:: Excerpted records ::
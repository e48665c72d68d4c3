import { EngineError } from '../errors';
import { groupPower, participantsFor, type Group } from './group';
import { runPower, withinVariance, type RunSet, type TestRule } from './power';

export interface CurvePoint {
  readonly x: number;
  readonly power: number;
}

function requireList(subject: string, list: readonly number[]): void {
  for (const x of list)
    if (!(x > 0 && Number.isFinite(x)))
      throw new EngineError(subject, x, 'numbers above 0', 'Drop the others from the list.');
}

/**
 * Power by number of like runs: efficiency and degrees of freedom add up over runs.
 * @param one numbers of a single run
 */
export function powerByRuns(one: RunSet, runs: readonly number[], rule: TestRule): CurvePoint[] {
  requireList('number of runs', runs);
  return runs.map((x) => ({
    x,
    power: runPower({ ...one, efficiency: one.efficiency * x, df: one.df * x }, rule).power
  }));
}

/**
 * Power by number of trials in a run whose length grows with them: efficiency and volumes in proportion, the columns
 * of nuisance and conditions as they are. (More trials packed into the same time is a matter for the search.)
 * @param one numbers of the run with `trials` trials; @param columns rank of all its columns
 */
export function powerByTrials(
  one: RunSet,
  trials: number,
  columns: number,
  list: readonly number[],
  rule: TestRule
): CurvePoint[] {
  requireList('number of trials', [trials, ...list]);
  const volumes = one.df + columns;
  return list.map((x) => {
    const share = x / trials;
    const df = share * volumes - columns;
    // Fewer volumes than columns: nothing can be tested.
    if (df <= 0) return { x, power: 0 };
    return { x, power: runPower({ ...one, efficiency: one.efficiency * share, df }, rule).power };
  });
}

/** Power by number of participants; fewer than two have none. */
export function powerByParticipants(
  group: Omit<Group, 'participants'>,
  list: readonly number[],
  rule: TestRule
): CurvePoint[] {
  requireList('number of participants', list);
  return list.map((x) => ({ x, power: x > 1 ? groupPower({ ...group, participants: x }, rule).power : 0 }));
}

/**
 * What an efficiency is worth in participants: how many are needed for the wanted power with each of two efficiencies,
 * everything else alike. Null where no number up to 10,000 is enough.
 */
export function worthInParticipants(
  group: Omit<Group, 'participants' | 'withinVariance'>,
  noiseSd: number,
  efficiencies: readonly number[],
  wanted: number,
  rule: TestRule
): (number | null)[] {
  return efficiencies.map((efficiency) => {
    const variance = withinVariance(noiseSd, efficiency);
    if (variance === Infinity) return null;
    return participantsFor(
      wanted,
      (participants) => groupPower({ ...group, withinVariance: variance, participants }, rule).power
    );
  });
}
:::
:: Excerpted records ::
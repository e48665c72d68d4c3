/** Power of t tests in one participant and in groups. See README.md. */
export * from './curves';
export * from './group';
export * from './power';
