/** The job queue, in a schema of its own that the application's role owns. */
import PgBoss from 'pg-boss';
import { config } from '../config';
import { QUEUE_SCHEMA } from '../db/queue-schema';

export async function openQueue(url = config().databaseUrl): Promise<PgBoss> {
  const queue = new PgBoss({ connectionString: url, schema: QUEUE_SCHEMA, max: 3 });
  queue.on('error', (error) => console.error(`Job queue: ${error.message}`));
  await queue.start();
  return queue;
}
:::
:: Excerpted records ::
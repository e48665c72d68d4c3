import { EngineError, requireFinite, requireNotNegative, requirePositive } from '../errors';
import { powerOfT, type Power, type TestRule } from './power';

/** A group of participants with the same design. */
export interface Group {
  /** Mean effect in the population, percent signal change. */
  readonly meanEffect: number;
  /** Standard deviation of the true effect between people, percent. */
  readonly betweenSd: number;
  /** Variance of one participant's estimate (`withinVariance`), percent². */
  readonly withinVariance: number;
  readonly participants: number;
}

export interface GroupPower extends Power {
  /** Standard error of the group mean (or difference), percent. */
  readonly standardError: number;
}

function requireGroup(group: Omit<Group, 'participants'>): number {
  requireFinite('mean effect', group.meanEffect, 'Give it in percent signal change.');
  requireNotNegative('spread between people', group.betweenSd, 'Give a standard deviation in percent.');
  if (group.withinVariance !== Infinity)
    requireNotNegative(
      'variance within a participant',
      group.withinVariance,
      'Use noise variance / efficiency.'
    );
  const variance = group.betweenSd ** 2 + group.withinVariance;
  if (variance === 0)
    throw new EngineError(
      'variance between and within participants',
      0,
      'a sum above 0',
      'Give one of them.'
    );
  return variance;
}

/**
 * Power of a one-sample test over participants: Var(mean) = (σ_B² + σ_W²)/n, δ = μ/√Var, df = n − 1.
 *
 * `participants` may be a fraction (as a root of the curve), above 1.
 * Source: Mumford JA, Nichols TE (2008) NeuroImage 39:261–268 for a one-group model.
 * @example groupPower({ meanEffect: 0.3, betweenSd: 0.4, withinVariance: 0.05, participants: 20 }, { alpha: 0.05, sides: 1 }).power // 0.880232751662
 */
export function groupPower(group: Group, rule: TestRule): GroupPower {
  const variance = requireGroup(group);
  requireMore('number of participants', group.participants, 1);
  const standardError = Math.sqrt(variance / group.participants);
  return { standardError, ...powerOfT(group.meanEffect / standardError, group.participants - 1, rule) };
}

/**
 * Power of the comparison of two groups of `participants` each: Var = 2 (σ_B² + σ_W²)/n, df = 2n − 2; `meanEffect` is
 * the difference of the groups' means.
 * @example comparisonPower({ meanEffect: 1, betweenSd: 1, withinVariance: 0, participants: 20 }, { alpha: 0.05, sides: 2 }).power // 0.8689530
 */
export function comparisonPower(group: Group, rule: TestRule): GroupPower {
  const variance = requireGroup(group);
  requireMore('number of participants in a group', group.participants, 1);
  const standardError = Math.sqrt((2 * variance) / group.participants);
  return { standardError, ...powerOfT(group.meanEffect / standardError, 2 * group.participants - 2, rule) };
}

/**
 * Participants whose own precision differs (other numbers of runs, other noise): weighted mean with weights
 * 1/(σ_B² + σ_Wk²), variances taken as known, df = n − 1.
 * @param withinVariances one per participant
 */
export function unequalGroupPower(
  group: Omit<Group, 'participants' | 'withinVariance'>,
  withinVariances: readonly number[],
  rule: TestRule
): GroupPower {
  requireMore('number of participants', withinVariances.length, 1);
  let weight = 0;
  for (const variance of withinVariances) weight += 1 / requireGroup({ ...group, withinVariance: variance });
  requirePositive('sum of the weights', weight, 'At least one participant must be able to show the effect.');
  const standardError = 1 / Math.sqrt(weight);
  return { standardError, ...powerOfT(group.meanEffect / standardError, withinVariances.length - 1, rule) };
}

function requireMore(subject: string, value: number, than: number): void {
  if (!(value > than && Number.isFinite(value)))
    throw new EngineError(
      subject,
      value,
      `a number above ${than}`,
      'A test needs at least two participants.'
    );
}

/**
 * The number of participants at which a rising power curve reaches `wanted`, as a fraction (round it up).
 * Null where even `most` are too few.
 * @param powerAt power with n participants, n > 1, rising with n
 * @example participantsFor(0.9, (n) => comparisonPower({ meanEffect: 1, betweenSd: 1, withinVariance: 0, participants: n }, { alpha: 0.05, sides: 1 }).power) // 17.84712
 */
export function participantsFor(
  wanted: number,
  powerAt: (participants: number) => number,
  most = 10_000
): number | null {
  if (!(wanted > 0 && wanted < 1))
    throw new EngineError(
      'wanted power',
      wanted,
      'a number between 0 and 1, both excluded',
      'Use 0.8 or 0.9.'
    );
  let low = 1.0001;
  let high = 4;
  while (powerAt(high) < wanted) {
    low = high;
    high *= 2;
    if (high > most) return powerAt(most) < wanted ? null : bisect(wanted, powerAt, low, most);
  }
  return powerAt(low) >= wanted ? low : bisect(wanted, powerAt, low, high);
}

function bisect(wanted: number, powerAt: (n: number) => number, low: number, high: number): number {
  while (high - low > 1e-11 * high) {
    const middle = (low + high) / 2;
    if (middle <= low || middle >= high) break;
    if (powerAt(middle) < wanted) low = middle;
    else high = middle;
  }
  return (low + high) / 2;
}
:::
* [Work required]:
Your answer should consist of the lines from the line with "0.05, participants: 20" to the line with "const standardError = Math.sqrt(variance" above, repeated exactly, both ends included.

* [Problem solution]:
 * @example groupPower({ meanEffect: 0.3, betweenSd: 0.4, withinVariance: 0.05, participants: 20 }, { alpha: 0.05, sides: 1 }).power // 0.880232751662
 */
export function groupPower(group: Group, rule: TestRule): GroupPower {
  const variance = requireGroup(group);
  requireMore('number of participants', group.participants, 1);
  const standardError = Math.sqrt(variance / group.participants);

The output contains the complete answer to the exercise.